I wondered if it might be an idea to fill the tank with the straight RO and let the filter turn over for a day or so to see what effects the tank contents have on the RO as I wondered if they might raise KH and GH to acceptable levels, and therefore negating the need for the salts.

Alternatively I could add it to the RO before adding to the tank, and see what I end up at. 

Any thoughts on this ?

Thanks

Paul


----------



## tayloss (4 Jan 2018)

I've never used equilibrium, but have remineralize lots of RO for shrimp so can only give you what i'd do  

What do you plan to have in the tank as this could change the amount you remineralise to, but to start with the cycle I would follow the instructions on the bottle and test the TDS,GH,KH and final PH before you add the water to the tank. After a couple of days, retest the TDS to see if its risen, if so, redo the GH/KH/PH test to see what its settled at.
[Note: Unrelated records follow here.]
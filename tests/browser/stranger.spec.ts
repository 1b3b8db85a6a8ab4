import type { Page } from '@playwright/test';
import { PART_WORDS, percent } from '../../src/components/planner/words';
import {
  compareJoins,
  estimate,
  EXAMPLE_PLAN,
  lengthM,
  massG,
  PARTS,
  priceMinor,
  READY_JOINS,
  READY_MOTIFS,
  readyMotif,
  showYarn,
  widthMm,
  type Motif,
  type Plan,
} from '../../src/lib';
import {
  withBorder,
  withChangedColour,
  withMotif,
  withRoundColour,
} from '../../src/lib/plan/edits';
import { downloadCsv } from './support/csv';
import { open } from './support/open';
import {
  apiEstimate,
  expectFigures,
  field,
  group,
  readFigures,
  storedPlan,
} from './support/planner';
import { expect, test } from './support/test';

const asJson = (plan: Plan): unknown => JSON.parse(JSON.stringify(plan));

/** Makes a change on the page and the same change to the plan, and compares the two. */
function following(page: Page) {
  let plan = EXAMPLE_PLAN;
  return {
    plan: () => plan,
    async change(edit: (old: Plan) => Plan, act: () => Promise<unknown>): Promise<void> {
      const before = await readFigures(page);
      plan = edit(plan);
      await act();
      await expectFigures(page, plan);
      expect(await readFigures(page), 'the change shows').not.toEqual(before);
    },
  };
}

/** How many sheets of A4 the page makes. */
const printedPages = async (page: Page): Promise<number> =>
  (await page.pdf({ format: 'A4' })).toString('latin1').match(/\/Type \/Page\b/g)?.length ?? 0;

test.beforeEach(({ page }) => open(page, '/'));

test('opens with the example worked out', ({ page }) => expectFigures(page, EXAMPLE_PLAN));
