import { describe, expect, it } from 'vitest';
import { counts, expectReads, messages, read } from '../reads';

/** A square with `n` sc on each side and two chains at each corner. */
const base = (n: number): string =>
  `Ch ${4 * n}.\nRnd 1: Ch 1, *sc in next ${n} ch, ch 2; rep from * 3 more times; join with sl st in first sc.\nRnd 2: `;
const LINKED =
  'Ch 1, *sc in next st, [ch 2, sl st in facing ch-5 sp, ch 2, sk next st, sc in next st] to corner, ' +
  'ch 3, sl st in facing corner, ch 3, sk corner sp; rep from * 3 more times; join with sl st in first sc.';
const GROUPS =
  '*Sk next st, 2 dc in next st, [ch 2, sk 3 sts, 2 dc in next st] to last st before corner, ch 3, sk next st, ' +
  'sk corner sp; rep from * 3 more times; join with sl st in first dc.';

describe('a round that links to the motif beside it', () => {
  it('makes slip stitches in it that part no loop and count as no stitch', () => {
    // by hand: 15 a side hold 8 sc and 7 loops of 2 + 2 chains; each corner 3 + 3 chains
    const { rounds } = read(base(15) + LINKED, { sides: 4 });
    expect(rounds[1]?.made).toEqual({ ch: 1 + 4 * (7 * 4 + 6), sc: 32, 'sl st': 4 * 8 + 1 });
    expect(counts(rounds[1]!)).toBe('28 ch-4 + 32 sc + 4 ch-6');
    const links = rounds[1]?.stitches.filter(({ role }) => role === 'link') ?? [];
    expect(links).toHaveLength(4 * 8);
    expect(links.every(({ into }) => into.kind === 'facing')).toBe(true);
  });

  it('is printed again as the same pattern, in either terms', () => {
    expectReads(base(15) + LINKED, '28 ch-4 + 32 sc + 4 ch-6', { sides: 4 });
  });

  it('says what cannot be worked into the other motif', () => {
    const group = LINKED.replace('sl st in facing ch-5 sp', '(sc, ch 1, sc) in facing ch-5 sp');
    expect(messages(read(base(15) + group, { sides: 4 }))).toContain(
      'error no-such-place: Only single stitches are worked into the motif beside this one.',
    );
  });
});

describe('"to last st before corner"', () => {
  it('stops on this side: groups in every fourth stitch, the first and last in the second from a corner', () => {
    // Common practice, no source: positions 2, 6, 10, 14 of 15
    expectReads(base(15) + GROUPS, '32 dc + 12 ch-2 + 4 ch-3', { sides: 4 });
    expectReads(base(19) + GROUPS, '40 dc + 16 ch-2 + 4 ch-3', { sides: 4 });
  });

  it('finds that a side must have three over a multiple of four', () => {
    const even = Array.from({ length: 36 }, (_, i) => i + 5).filter(
      (n) => messages(read(base(n) + GROUPS, { sides: 4 })).length === 0,
    );
    expect(even).toEqual([7, 11, 15, 19, 23, 27, 31, 35, 39]);
  });
});
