import type { PutUp, YarnReading } from '../plan/plan';

/** How much one measured piece differs from what the same hand makes on another day: ours. */
export const PIECE_SPREAD = 0.02;
/** How much each motif differs from the next: ours. */
export const MOTIF_SPREAD = 0.03;

/** Yarn that a reading stands for, in metres: its length, or its mass at the put-up's metres per gram. */
export function readingLengthM(reading: YarnReading, putUp: PutUp): number {
  return reading.by === 'unravelling'
    ? reading.lengthM
    : (reading.massG * putUp.lengthM) / putUp.massG;
}

/**
 * Variance in m² of a reading of about `lengthM` over `motifs` like motifs (0 for any other piece).
 * Weighing: a scale read before and after, each rounded to its resolution r: 2 r²/12. Unravelling:
 * the stated error. Then the piece as a whole, and the motifs, which average out.
 *
 * Example: 44 g at 2 m/g on a scale to 1 g, 4 motifs: 0.67 + 3.10 + 1.74 = 5.51 m².
 */
export function readingVarianceM2(
  reading: YarnReading,
  putUp: PutUp,
  lengthM: number,
  motifs: number,
): number {
  const read =
    reading.by === 'unravelling'
      ? reading.errorM ** 2
      : ((2 * reading.resolutionG ** 2) / 12) * (putUp.lengthM / putUp.massG) ** 2;
  const eachMotif = motifs > 0 ? (MOTIF_SPREAD * lengthM) ** 2 / motifs : 0;
  return read + (PIECE_SPREAD * lengthM) ** 2 + eachMotif;
}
Then, start your cycle and deiced on your final parameters, mine for shrimp are: TDS 120-180, GH 5-7, KH 0, PH 6.4-6.8.


----------



## Edvet (4 Jan 2018)

I use a lot of RO, i always mix it with tapwater to get where i want to be. I use a TDS meter to see the results ( though mostly i wing it).


----------



## dw1305 (4 Jan 2018)

Hi all, 





Paul195 said:


> On my new tank I will be using 100% RO water





Paul195 said:


> I also found a company in Bristol called Andy's gas


Do you live in the Bristol region, Paul?

If you do you can use your tap water to add calcium carbonate (dGH/dKH) hardness, you probably only need ~1/10 by volume. If you have a conductivity (TDS) meter, enough tap to give you about 100microS (60 ppm TDS) should be all right. It won't add any magnesium, but  "Epsom Salts" (MgSO4.7H20) are a cheap source.
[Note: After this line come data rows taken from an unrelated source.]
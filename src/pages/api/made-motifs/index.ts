import {
  madeMotifInput,
  madeMotifListSchema,
  madeMotifSchema,
  madeMotifsQuery,
} from '../../../schemas/madeMotif';
import { createMadeMotif } from '../../../server/commands/createMadeMotif';
import { MADE_MOTIF_EXAMPLE } from '../../../server/examples';
import { handle } from '../../../server/handle';
import { listMadeMotifs } from '../../../server/queries/madeMotifs';

export const GET = handle({
  summary: 'List the motifs I made and measured, all or those of one motif',
  who: 'signed-in',
  query: madeMotifsQuery,
  response: madeMotifListSchema,
  example: { query: { motif: 'group-square', limit: '20' } },
  run: ({ user, query: { motif, ...page } }) => listMadeMotifs(user, motif, page),
});

export const POST = handle({
  summary: 'Keep what a motif I made measures and weighs',
  who: 'signed-in',
  body: madeMotifInput,
  response: madeMotifSchema,
  status: 201,
  example: { body: MADE_MOTIF_EXAMPLE },
  run: ({ user, body, transaction }) => createMadeMotif(user, body, transaction),
});
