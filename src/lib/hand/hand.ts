import { DomainError } from '../errors';
import { dot } from '../stats/linear';
import {
  posterior,
  varianceAfter,
  varianceOf,
  type Belief,
  type Observation,
} from '../stats/posterior';
import type { StitchCode } from '../stitches/stitch';
import type { YarnUse } from './yarnUse';

/** Yarn per loop over single crochet stitch width (windchilde.com rows: 5.10 to 5.30). */
export const LOOP_OVER_WIDTH = 5.2;
/** Spread of that factor between makers, from the same source. */
export const MAKER_SPREAD = 0.2;
/** Spread of one stitch around a maker's own factor: ours. */
export const STITCH_SPREAD = 0.05;
/** Yarn over length of a sewn seam: rule of thumb, from memory; its spread is ours. */
export const SEWN_FACTOR = 3;
export const SEWN_SPREAD = 0.2;

/** A piece that was weighed or unravelled. */
export interface Evidence {
  readonly use: YarnUse;
  /** Yarn it took, in metres, tails included. */
  readonly lengthM: number;
  readonly varianceM2: number;
}

/**
 * What is believed about one maker's yarn per loop, in mm, for each stitch, and yarn per length
 * sewn. The unknowns are a factor common to all stitches, a deviation for each stitch, and the
 * sewing factor, so that the prior is diagonal.
 */
export interface Hand {
  /** Width of the single crochet stitch that the prior was set from. */
  readonly stitchWidthMm: number;
  readonly belief: Belief;
  readonly stitches: readonly StitchCode[];
  /** Stitches that some evidence contained. */
  readonly measured: ReadonlySet<StitchCode>;
}

/**
 * A maker's hand, from the width of her single crochet stitch and her evidence.
 *
 * Example: width 8.128 mm and no evidence: 42.27 mm a loop, give or take 20.6 % for any one stitch.
 */
export function learnHand(
  stitchWidthMm: number,
  stitches: readonly StitchCode[],
  evidence: readonly Evidence[],
): Hand {
  const loopMm = LOOP_OVER_WIDTH * stitchWidthMm;
  const prior = {
    mean: [loopMm, ...stitches.map(() => 0), SEWN_FACTOR],
    variance: [
      (MAKER_SPREAD * loopMm) ** 2,
      ...stitches.map(() => (STITCH_SPREAD * loopMm) ** 2),
      (SEWN_SPREAD * SEWN_FACTOR) ** 2,
    ],
  };
  const measured = new Set<StitchCode>();
  const observations = evidence.map(({ use, lengthM, varianceM2 }): Observation => {
    for (const [code, loops] of use.loops) if (loops > 0) measured.add(code);
    return { row: rowOf(stitches, use), value: lengthM - use.cutM, variance: varianceM2 };
  });
  return { stitchWidthMm, belief: posterior(prior, observations), stitches, measured };
}

/** Yarn that a piece usually takes at this stitch width, in metres, before anything is weighed. */
export function usualM(stitchWidthMm: number, { loops, seamM, cutM }: YarnUse): number {
  const allLoops = [...loops.values()].reduce((sum, count) => sum + count, 0);
  return (LOOP_OVER_WIDTH * stitchWidthMm * allLoops) / 1000 + SEWN_FACTOR * seamM + cutM;
}

/** Expected yarn per loop of one stitch, in mm. */
export function loopLengthMm(hand: Hand, code: StitchCode): number {
  const [common = NaN] = hand.belief.mean;
  return common + (hand.belief.mean[1 + placeOf(hand.stitches, code)] ?? NaN);
}

/** Expected yarn per length of sewn seam. */
export const sewnFactor = (hand: Hand): number => hand.belief.mean.at(-1) ?? NaN;

/** Expected yarn of a piece, in metres. */
export const expectedM = (hand: Hand, use: YarnUse): number =>
  dot(rowOf(hand.stitches, use), hand.belief.mean) + use.cutM;

/** Variance in m² that comes from not knowing this maker's hand; it does not average out. */
export const handVarianceM2 = (hand: Hand, use: YarnUse): number =>
  varianceOf(hand.belief, rowOf(hand.stitches, use));

/** The same after one more piece had been measured. */
export const handVarianceAfterM2 = (
  hand: Hand,
  use: YarnUse,
  next: Omit<Evidence, 'lengthM'>,
): number =>
  varianceAfter(hand.belief, rowOf(hand.stitches, use), {
    row: rowOf(hand.stitches, next.use),
    variance: next.varianceM2,
  });

/** Knowing a factor exactly is an observation of it without noise; this is small enough to be none. */
const NO_NOISE = 1e-12;

/** The part of `handVarianceM2` that would remain if the factor common to all stitches were known. */
export const ownStitchVarianceM2 = (hand: Hand, use: YarnUse): number =>
  varianceAfter(hand.belief, rowOf(hand.stitches, use), { row: [1], variance: NO_NOISE });

/** How strongly the yarn of two pieces varies together, in m². */
export const handCovarianceM2 = (hand: Hand, left: YarnUse, right: YarnUse): number => {
  const row = rowOf(hand.stitches, right);
  return dot(
    rowOf(hand.stitches, left),
    hand.belief.covariance.map((line) => dot(line, row)),
  );
};

/** Metres of yarn per mm of loop, for each unknown; per unit of the sewing factor for the last. */
function rowOf(stitches: readonly StitchCode[], { loops, seamM }: YarnUse): number[] {
  const perStitch = stitches.map(() => 0);
  for (const [code, count] of loops) perStitch[placeOf(stitches, code)] = count / 1000;
  return [perStitch.reduce((sum, value) => sum + value, 0), ...perStitch, seamM];
}

function placeOf(stitches: readonly StitchCode[], code: StitchCode): number {
  const place = stitches.indexOf(code);
  if (place < 0)
    throw new DomainError(
      'stitch-not-in-hand',
      `A hand of ${stitches.join(', ')} knows no "${code}"`,
    );
  return place;
}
I live east of Bath and our tap water is about 17dGH and 650 microS. I use rain-water in the tanks, and in the winter I cut it with a bit of tap, if the tanks get below about ~80 microS. 

cheers Darrel


----------



## Paul195 (4 Jan 2018)

Hi all



> What do you plan to have in the tank as this could change the amount you remineralise to


It will be small sprinkling of osmocote and peat moss, then was considering capping that with an inch of fine grade 1-3 mm moler clay (washed), then my 1-2mm black inert sand (mix of pettex and tahition moon sand).
Other than that some dragon stone and azalea root from the LFS. In terms of stock, non sure yet other than my current fish - 4 ottos, 2 odessa barbs, 1 SAE and 2 dwarf neon rainbowfish. Maybe some shrimp in the future and some other clean up crew.



> Do you live in the Bristol region, Paul?


Yes in Weston-Super-Mare

I've decided to skip the tap water all together this time round and see what results I get with 100% RO. I know it's not necessary but I think it will be easier to use it straight (remineralized) so I don't have to mix ratio's etc. I do have a TDS pen so that will get me off to a good start.

Cheers

Paul


----------



## tam (5 Jan 2018)

I think equilibrium only adds GH, you'll need something else to add KH.


----------